Friday, June 5, 2009

Learning through Sickness

The bulk of the past two days have been one long menacing nightmare. After a relaxing escape filled with great food and good health in beautiful Kerala, I came down with a fever, chills, headache, body aches, and diarrhea as soon as I made it to my main destination of Hubli, Karnataka to start project work.

Almost at the very moment of arriving to Hubli after a total of 21 hours of train riding (12 hours from Cochin-Bangalore, 9 hours from Bangalore-Hubli), I fell completely sick. To make things worse, a few hours into my sleep in the wee hours of the morning, I awoke from itching bites all over my sweaty body ultimately forcing me to half-consciously stumble into the bathroom for an unwanted cold shower. I'm hard pressed to recall a night's rest as terrible as this one. Putting it all together, the night was made of a miserable mix of ingredients: a fever, an aching body, a dozen mosquito bites, the mental stress of thinking of what those mosquitoes could be carrying, and the desperate need for sleep after such tiring travels.

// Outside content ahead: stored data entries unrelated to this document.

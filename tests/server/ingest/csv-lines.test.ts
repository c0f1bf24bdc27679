import { parse } from 'csv-parse/sync';
import * as fc from 'fast-check';
import { BrokenTable, recordsOf, type LineRecord } from '@/server/ingest/csv-lines';

async function* pieces(text: string, size: number): AsyncGenerator<string> {
  for (let from = 0; from < text.length; from += size) yield text.slice(from, from + size);
}

async function read(text: string, delimiter: string, size: number) {
  const found: LineRecord[] = [];
  for await (const records of recordsOf(pieces(text, size), delimiter)) found.push(...records);
  return found.map(({ record, line }) => ({ record: record.map((field) => field.trim()), line }));
}

/** The same by the parser alone, which reads every file. */
function plainly(text: string, delimiter: string) {
  const rows = parse(text, {
    delimiter,
    info: true,
    relax_column_count: true,
    relax_quotes: true,
    skip_empty_lines: true,
    comment: '#',
    comment_no_infix: true,
    trim: true,
  }) as unknown as { record: string[]; info: { lines: number } }[];
  return rows.map(({ record, info }) => ({ record, line: info.lines }));
}

const field = fc.oneof(
  { weight: 8, arbitrary: fc.constantFrom('1', '-2.5e3', '2031-03-14T22:00:00Z', '', ' 7 ', 'é', 'x # no', 'a b') },
  { weight: 1, arbitrary: fc.constantFrom('"1"', '"a, b"', '"two\nlines"', '"say ""so"""') },
);
const tables = fc
  .record({
    delimiter: fc.constantFrom(',', ';', '\t'),
    end: fc.constantFrom('\n', '\r\n', '\r'),
    lines: fc.array(
      fc.oneof(
        { weight: 9, arbitrary: fc.array(field, { minLength: 2, maxLength: 3 }) },
        { weight: 1, arbitrary: fc.constantFrom(['# remark'], ['']) },
      ),
      {
        minLength: 1,
        maxLength: 9,
      },
    ),
    last: fc.boolean(),
  })
  .map(({ delimiter, end, lines, last }) => ({ delimiter, text: lines.map((line) => line.join(delimiter)).join(end) + (last ? end : '') }));

test('records and their lines are those of the parser, wherever the text is cut and the first quotation mark stands', async () => {
  await fc.assert(
    fc.asyncProperty(tables, fc.integer({ min: 1, max: 60 }), async ({ text, delimiter }, size) => {
      expect(await read(text, delimiter, size)).toEqual(plainly(text, delimiter));
    }),
    { numRuns: 400 },
  );
});

test('what is wrong with the table as a whole is told with its line of the file, after the records before', async () => {
  const found: LineRecord[] = [];
  const reading = (async () => {
    for await (const records of recordsOf(pieces('1,2\n3,4\n5,"6\n7,8\n', 6), ',')) found.push(...records);
  })();
  await expect(reading).rejects.toMatchObject({ message: 'a quotation mark is opened and never closed' });
  await expect(reading).rejects.toBeInstanceOf(BrokenTable);
  expect(found.map(({ line }) => line)).toEqual([1, 2]);
  await expect(read('x'.repeat(1_000_002), ',', 65_536)).rejects.toThrow('longer than a million characters');
});

test('a source that breaks off breaks the reading off, in plain lines and in quoted ones', async () => {
  const broken = async function* (text: string) {
    yield text;
    throw new Error('the source broke off');
  };
  for (const text of ['1,2\n3', '1,"2"\n3']) {
    const reading = (async () => {
      for await (const records of recordsOf(broken(text), ',')) expect(records.length).toBeGreaterThan(0);
    })();
    await expect(reading).rejects.toThrow('the source broke off');
  }
});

The following day was filled with more of the same. I tried my best to rest as much as I could to beat this bug, but found it difficult to overcome my body's uncomfortable oscillations between hot and cold. I lost all sense of time. Every time I dozed, I had an irritating, incomprehensible, and reoccurring dream (or should I say nightmare) filled with feelings of stickiness and stress. My day went by at snail's pace.

The second night was bad but not as bad. And luckily today has been much better. I saw a doctor to make sure my illness was nothing serious, and by this afternoon I felt noticeably better. Most likely (and hopefully) my sickness was due to basic case of food poisoning based on its short duration.

All in all, as terrible as this cloudy experience has been, it has brought with it many benefits through recognition of its silver lining. And by seeing the value through the struggle, it definitely helped me maintain a more optimistic attitude to the course of things.

Through the ordeal, I've learned and reflected on the health care system in rural/low-income India by going through it first-hand. Overall, I witnessed the system's lack of service capacity and its barriers to entry for the community's poor. As an illustration, I waited two hours past my scheduled appointment time for a simple four minute check-up; financially, the check-up billed at 80 rupees and the prescription at 90 rupees, a hefty sum for any low-income family in India especially just for treating a mild illness. It's now much clearer to me how and why a family would pass up receiving medical help from professionals. And sadly, in severe cases, such bypassing of simple help and intervention often leads to preventable long-term health problems and the crippling financial problems.

Finally, through this experience I have literally felt the problem and pain that I will be spending my summer trying to alleviate here in Hubli . Through my two days of suffering, I have developed an even stronger motivation to tackle the problems of poor sanitation and contaminated water which are causing similar illnesses to what I felt. Experiencing the overwhelmingly averse effects of bad health that completely upends life, I've grown a deeper connection to the real value of the impact I hope to make in the next eight weeks.